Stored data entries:
# # # # #

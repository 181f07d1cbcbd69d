// wanewall run: computes a scene and writes its record.
#include <fmt/format.h>
#include <unistd.h>

#include <filesystem>
#include <memory>
#include <string>
#include <system_error>

#include "io/commands.hpp"
#include "io/provenance.hpp"
#include "io/record.hpp"
#include "io/scene.hpp"
#include "io/terminal.hpp"

namespace wanewall {
namespace {

namespace fs = std::filesystem;

struct RunOptions {
  std::string scene_path;
  std::string record_path;
  int threads = 0;
  std::string schedule;
  bool xdmf = false;
  bool quiet = false;
  bool force = false;
};

// Refuses a target that could not be written hours later, before anything is computed.
void require_writable_target(const std::string& path, const std::string& scene_path, bool force) {
  std::error_code ignored;
  const fs::path target(path);
  const fs::path folder = target.has_parent_path() ? target.parent_path() : fs::path(".");
  if (!fs::is_directory(folder, ignored)) {
    throw FileError(fmt::format("{}: the folder {} does not exist\n  next: mkdir -p '{}'", path,
                                folder.string(), folder.string()));
  }
  if (fs::is_directory(target, ignored)) {
    throw FileError(fmt::format("{}: is a folder\n  next: name a file, e.g. --record {}", path,
                                (target / "run.h5").string()));
  }
  if (fs::exists(target, ignored)) {
    if (fs::equivalent(target, scene_path, ignored))
      throw FileError(
          fmt::format("{}: is the scene itself\n  next: give the record another name with --record", path));
    if (!force) {
      throw FileError(fmt::format(
          "{}: exists already, and a record is not overwritten unasked\n"
          "  next: --record with another name, or --force to replace it once the new one is whole",
          path));
    }
  }
  if (access(folder.c_str(), W_OK | X_OK) != 0) {
    throw FileError(
        fmt::format("{}: no permission to write into {}\n  next: choose another folder with --record", path,
                    folder.string()));
  }
}

double machine_memory_bytes() {
  return static_cast<double>(sysconf(_SC_PHYS_PAGES)) * static_cast<double>(sysconf(_SC_PAGE_SIZE));
}

// An allocation on Linux succeeds long before the memory is there, and the run would be killed in the night.
void require_memory(const Problem& problem) {
  const double needed = footprint_of(problem).total();
  const double present = machine_memory_bytes();
  if (present > 0.0 && needed > present) {
    throw ProblemError(fmt::format(
        "the run needs {} of memory, this machine has {}\n"
        "  next: see what needs it with 'wanewall check', then make cells larger, the volume smaller, or "
        "record less",
        bytes_text(needed), bytes_text(present)));
  }
}

std::string reason_text(const RunResult& result, const Problem& problem) {
  const double end_s = time_of_e_s(result.steps, problem.lattice.dt_s);
  const std::string when = fmt::format("step {} ({:.4g} ns)", result.steps, end_s * 1e9);
  switch (result.reason) {
    case StopReason::reached_end:
      return "reached its end at " + when;
    case StopReason::energy_fell:
      return fmt::format("ended at {}: the field energy fell below {:g} dB of its largest value", when,
                         problem.stop.energy_below_db.value_or(0.0));
    case StopReason::interrupted:
      return "was stopped early, at " + when + "; the record holds what was computed until then";
    case StopReason::not_finite:
      return fmt::format(
          "ended at {}: the fields became non-finite, first seen in {}\n"
          "  next: see whether the Courant number is below 1 and media and layers are passive; the record "
          "holds what "
          "was computed until then",
          when, result.not_finite_where);
  }
  return "ended";
}

ExitCode exit_code_of(StopReason reason) {
  switch (reason) {
    case StopReason::interrupted:
      return ExitCode::stopped_early;
    case StopReason::not_finite:
      return ExitCode::not_finite;
    case StopReason::reached_end:
    case StopReason::energy_fell:
      break;
  }
  return ExitCode::done;
}

std::string start_text(const Scene& scene, const std::string& record_path) {
  const Index3 n = scene.problem.lattice.cells();
  return fmt::format("{}: {} x {} x {} cells, {} precision, at most {} steps of {:.4g} ps; record {}\n",
                     scene.title.empty() ? scene.file : scene.title, n[0], n[1], n[2],
                     scene.problem.precision == Precision::single_precision ? "single" : "double",
                     scene.problem.last_step(), scene.problem.lattice.dt_s * 1e12, record_path);
}

std::string end_text(const RunResult& result, const Scene& scene) {
  std::string text = "the run " + reason_text(result, scene.problem) + "\n";
  const double rate =
      result.march_seconds > 0.0
          ? scene.problem.lattice.n_cells() * static_cast<double>(result.steps) / result.march_seconds
          : 0.0;
  text += fmt::format("built in {}, marched in {}", duration_text(result.build_seconds),
                      duration_text(result.march_seconds));
  if (rate > 0.0) text += fmt::format(" at {:.3g} Gcell/s", rate * 1e-9);
  text += fmt::format(" on {} thread{}, {} schedule, {} code\n", result.threads,
                      result.threads == 1 ? "" : "s", name_of(scene.problem.schedule), result.vector_code);
  return text;
}

ExitCode run_scene(const RunOptions& options) {
  const std::string started = utc_now();
  const std::string record_path = options.record_path.empty()
                                      ? fs::path(options.scene_path).stem().string() + ".h5"
                                      : options.record_path;
  Scene scene = read_scene(options.scene_path);
  for (const std::string& warning : scene.warnings) warn("warning: " + warning + "\n");
  require_writable_target(record_path, options.scene_path, options.force);
  if (options.threads > 0) scene.problem.threads = options.threads;
  if (!options.schedule.empty())
    scene.problem.schedule = options.schedule == "plain" ? Schedule::plain : Schedule::fused;
  require_memory(scene.problem);

  const ProgressStyle style = options.quiet ? ProgressStyle::none : progress_style_of_output();
  ProgressMonitor monitor(style, scene.problem.stop.energy_below_db.has_value(), terminal_columns(), say);
  const StopSignals signals;
  RecordWriter writer(record_path, scene);
  if (!options.quiet) say(start_text(scene, record_path));
  const RunResult result = run(scene.problem, writer, monitor);
  monitor.close();

  Provenance provenance = provenance_of_program();
  provenance.started_utc = started;
  provenance.ended_utc = utc_now();
  provenance.threads = result.threads;
  provenance.vector_code = result.vector_code;
  provenance.schedule = name_of(scene.problem.schedule);
  writer.finish(result, provenance, options.xdmf);

  // A run that did not end as planned says so even when it is told to be quiet.
  const ExitCode code = exit_code_of(result.reason);
  if (code != ExitCode::done) {
    warn("wanewall: the run " + reason_text(result, scene.problem) + "\n");
    if (!options.quiet) say(fmt::format("wrote {}\n", record_path));
  } else if (!options.quiet) {
    say(end_text(result, scene) + fmt::format("wrote {} ({})\n", record_path,
                                              bytes_text(static_cast<double>(fs::file_size(record_path)))));
  }
  if (!options.quiet && options.xdmf) say(fmt::format("wrote {}.xdmf\n", record_path));
  return code;
}

}  // namespace

void add_run_command(CLI::App& app, Action& action) {
  auto options = std::make_shared<RunOptions>();
  CLI::App* command = app.add_subcommand("run", "Compute a scene and write its record");
  command->add_option("scene", options->scene_path, "Scene file (YAML)")->required();
  command->add_option("--record", options->record_path,
                      "Record file to write; default: the scene's name with .h5, in the current folder");
  command->add_option("--threads", options->threads, "Threads; default: the scene's, else one per processor")
      ->check(CLI::Range(1, 1024));
  command
      ->add_option("--schedule", options->schedule, "Order in which rows are visited; the result is the same")
      ->check(CLI::IsMember({"plain", "fused"}));
  command->add_flag("--xdmf", options->xdmf,
                    "Also write an XDMF file beside the record, for general viewers");
  command->add_flag("--force", options->force, "Replace an existing record, once the new one is whole");
  command->add_flag("--quiet", options->quiet, "Say nothing unless something is wrong");
  command->footer(
      "Ctrl-C ends the run at the next step and keeps what was computed (exit code 5); a second Ctrl-C ends "
      "at once\n"
      "and keeps nothing.\n\n"
      "Example:\n"
      "  wanewall run drum.yaml --record night/drum.h5 --threads 8 --xdmf");
  command->callback([options, &action] { action = [options] { return run_scene(*options); }; });
}

}  // namespace wanewall
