// wanewall shell: what the shell will reflect, and what it should be made of.
#include <fmt/format.h>

#include <chrono>
#include <cmath>
#include <iostream>
#include <memory>
#include <string>
#include <vector>

#include "geometry/constants.hpp"
#include "io/atomic_file.hpp"
#include "io/commands.hpp"
#include "io/picture.hpp"
#include "io/quantity.hpp"
#include "io/scene.hpp"
#include "io/shell_document.hpp"
#include "io/terminal.hpp"

namespace wanewall {
namespace {

constexpr double degree = pi / 180.0;

struct PredictOptions {
  std::string scene_path, csv_path, picture_path;
};

struct DesignOptions {
  std::string scene_path, plane_waves;
  bool without_trade = false;
};

PredictionGrid grid_of(const Scene& scene, const std::vector<double>& angles_deg, int frequencies) {
  PredictionGrid grid;
  for (int n = 0; n < frequencies; ++n)
    grid.frequencies_hz.push_back(scene.band_lo_hz +
                                  (scene.band_hi_hz - scene.band_lo_hz) * n / (frequencies - 1));
  for (const double angle : angles_deg) grid.angles_rad.push_back(angle * degree);
  grid.decays_per_cell = {0.05, 0.1, 0.2, 0.5, 1.0, 2.0};
  return grid;
}

ExitCode predict_command(const PredictOptions& options) {
  const Scene scene = read_scene(options.scene_path);
  const std::vector<double> coarse{0, 15, 30, 45, 60, 70, 75, 80, 85, 89};
  std::vector<double> fine;
  for (int n = 0; n <= 89; ++n) fine.push_back(n);
  const auto begin = std::chrono::steady_clock::now();
  const std::vector<FacePrediction> dense = predict_shell(scene, grid_of(scene, fine, 5));
  const std::chrono::duration<double, std::milli> took = std::chrono::steady_clock::now() - begin;
  std::size_t waves = 0;
  for (const FacePrediction& p : dense) waves += p.waves.size();
  std::cout << prediction_markdown(scene, predict_shell(scene, grid_of(scene, coarse, 5)),
                                   waves > 0 ? 1e3 * took.count() / static_cast<double>(waves) : 0.0);
  if (!options.csv_path.empty()) {
    write_atomically(options.csv_path, to_csv(prediction_table(scene, dense)));
    warn("wrote " + options.csv_path + "\n");
  }
  if (!options.picture_path.empty()) {
    draw_svg(prediction_chart(scene, dense), options.picture_path);
    warn("wrote " + options.picture_path + "\n");
  }
  return ExitCode::done;
}

ExitCode design_command(const DesignOptions& options) {
  const Scene scene = read_scene(options.scene_path);
  if (options.plane_waves.empty()) {
    std::cout << design_markdown(scene, !options.without_trade);
    return ExitCode::done;
  }
  const ParsedQuantity angle = parse_quantity(options.plane_waves, Family::angle);
  if (!angle || angle.value < 0.0 || angle.value > 89.0 * degree) {
    warn(fmt::format(
        "wanewall: --plane-waves \"{}\" is not allowed\n  allowed: an angle from 0 deg to 89 deg with "
        "its unit\n  next: wanewall shell design --help\n",
        options.plane_waves));
    return ExitCode::command_line;
  }
  constexpr double shortest_cells = 10.0, longest_cells = 100.0;
  std::cout << plane_wave_design_markdown(scene, angle.value, shortest_cells, longest_cells);
  return ExitCode::done;
}

}  // namespace

void add_shell_command(CLI::App& app, Action& action) {
  CLI::App* shell = app.add_subcommand("shell", "Predict what a scene's shell reflects, or design it");
  shell->require_subcommand(1);
  shell->footer(
      "Examples:\n"
      "  wanewall shell predict drum.yaml\n"
      "  wanewall shell design drum.yaml");

  auto predict_options = std::make_shared<PredictOptions>();
  CLI::App* predict = shell->add_subcommand("predict", "The exact reflection of every face, before any run");
  predict->add_option("scene", predict_options->scene_path, "Scene file (YAML)")->required();
  predict->add_option("--csv", predict_options->csv_path, "Also write every degree into this CSV file");
  predict->add_option("--picture", predict_options->picture_path, "Also draw this SVG file (needs gnuplot)");
  predict->footer(
      "Example:\n"
      "  wanewall shell predict drum.yaml --csv shell.csv --picture shell.svg");
  predict->callback([predict_options, &action] {
    action = [predict_options] { return predict_command(*predict_options); };
  });

  auto design_options = std::make_shared<DesignOptions>();
  CLI::App* design = shell->add_subcommand(
      "design", "What the layers are designed for, cells against error, and the tables");
  design->add_option("scene", design_options->scene_path, "Scene file (YAML)")->required();
  design->add_option("--plane-waves", design_options->plane_waves,
                     "Design for plane waves from 0 to this angle only, e.g. \"60 deg\"");
  design->add_flag("--no-trade", design_options->without_trade, "Leave out the table of cells against error");
  design->footer(
      "Examples:\n"
      "  wanewall shell design drum.yaml\n"
      "  wanewall shell design drum.yaml --plane-waves \"60 deg\"");
  design->callback(
      [design_options, &action] { action = [design_options] { return design_command(*design_options); }; });
}

}  // namespace wanewall
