std::string reason_text(const RunResult& result, const Problem& problem) {
  const double end_s = time_of_e_s(result.steps, problem.lattice.dt_s);
  const std::string when = fmt::format("step {} ({:.4g} ns)", result.steps, end_s * 1e9);
  switch (result.reason) {
    case StopReason::reached_end:
      return "reached its end at " + when;
    case StopReason::energy_fell:
      return fmt::format("ended at {}: the field energy fell below {:g} dB of its largest value", when,
                         problem.stop.energy_below_db.value_or(0.0));
    case StopReason::interrupted:
      return "was stopped early, at " + when + "; the record holds what was computed until then";
    case StopReason::not_finite:
      return fmt::format(
          "ended at {}: the fields became non-finite, first seen in {}\n"
          "  next: see whether the Courant number is below 1 and media and layers are passive; the record "
          "holds what "
          "was computed until then",
          when, result.not_finite_where);
  }
  return "ended";
}

ExitCode exit_code_of(StopReason reason) {
  switch (reason) {
    case StopReason::interrupted:
      return ExitCode::stopped_early;
    case StopReason::not_finite:
      return ExitCode::not_finite;
    case StopReason::reached_end:
    case StopReason::energy_fell:
      break;
  }
  return ExitCode::done;
}

std::string start_text(const Scene& scene, const std::string& record_path) {
  const Index3 n = scene.problem.lattice.cells();
  return fmt::format("{}: {} x {} x {} cells, {} precision, at most {} steps of {:.4g} ps; record {}\n",
                     scene.title.empty() ? scene.file : scene.title, n[0], n[1], n[2],
                     scene.problem.precision == Precision::single_precision ? "single" : "double",
                     scene.problem.last_step(), scene.problem.lattice.dt_s * 1e12, record_path);
}

std::string cost_text(const RunResult& result, const Problem& problem, std::optional<double> disk_wait_s) {
  std::string text = fmt::format("built in {}, marched in {}", duration_text(result.build_seconds),
                                 duration_text(result.march_seconds));
  if (result.march_seconds > 0.0) {
    const double rate = problem.lattice.n_cells() * static_cast<double>(result.steps) / result.march_seconds;
    text += fmt::format(" at {:.3g} Gcell/s", rate * 1e-9);
  }
  std::string schedule = fmt::format("{} schedule", name_of(result.schedule));
  if (result.schedule == Schedule::tiles)
    schedule = fmt::format("tiles of {} x {} rows and {} steps{}", result.tiles.x_rows, result.tiles.y_rows,
                           result.tiles.steps,
                           problem.tiles              ? ""
                           : result.tiles_are_settled ? " (found by trying)"
                                                      : " (the run ended before all shapes were tried)");
  else if (problem.schedule == Schedule::tiles)
    schedule += problem.lattice.periodic[0] && problem.lattice.periodic[1]
                    ? " (no tiles where x and y are both periodic)"
                    : " (faster here than tiles)";
  text += fmt::format(" on {} thread{}, {}, {} code", result.threads, result.threads == 1 ? "" : "s",
                      schedule, result.vector_code);
  if (disk_wait_s) text += fmt::format("; waited {} for the disk", duration_text(*disk_wait_s));
  return text + "\n";
}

# # # # #

# [Exercise aim]
Copy only the entries from the first line to the line with "const fs::path target(path);", each exactly as it appears.

# [Worked solution]
repository 181f07d1cbcbd69d
// wanewall run: computes a scene and writes its record.
#include <fmt/format.h>
#include <unistd.h>

#include <filesystem>
#include <memory>
#include <string>
#include <system_error>

#include "io/commands.hpp"
#include "io/provenance.hpp"
#include "io/record.hpp"
#include "io/scene.hpp"
#include "io/terminal.hpp"

namespace wanewall {
namespace {

namespace fs = std::filesystem;

struct RunOptions {
  std::string scene_path;
  std::string record_path;
  int threads = 0;
  std::string schedule;
  bool xdmf = false;
  bool quiet = false;
  bool force = false;
};

// Refuses a target that could not be written hours later, before anything is computed.
void require_writable_target(const std::string& path, const std::string& scene_path, bool force) {
  std::error_code ignored;
  const fs::path target(path);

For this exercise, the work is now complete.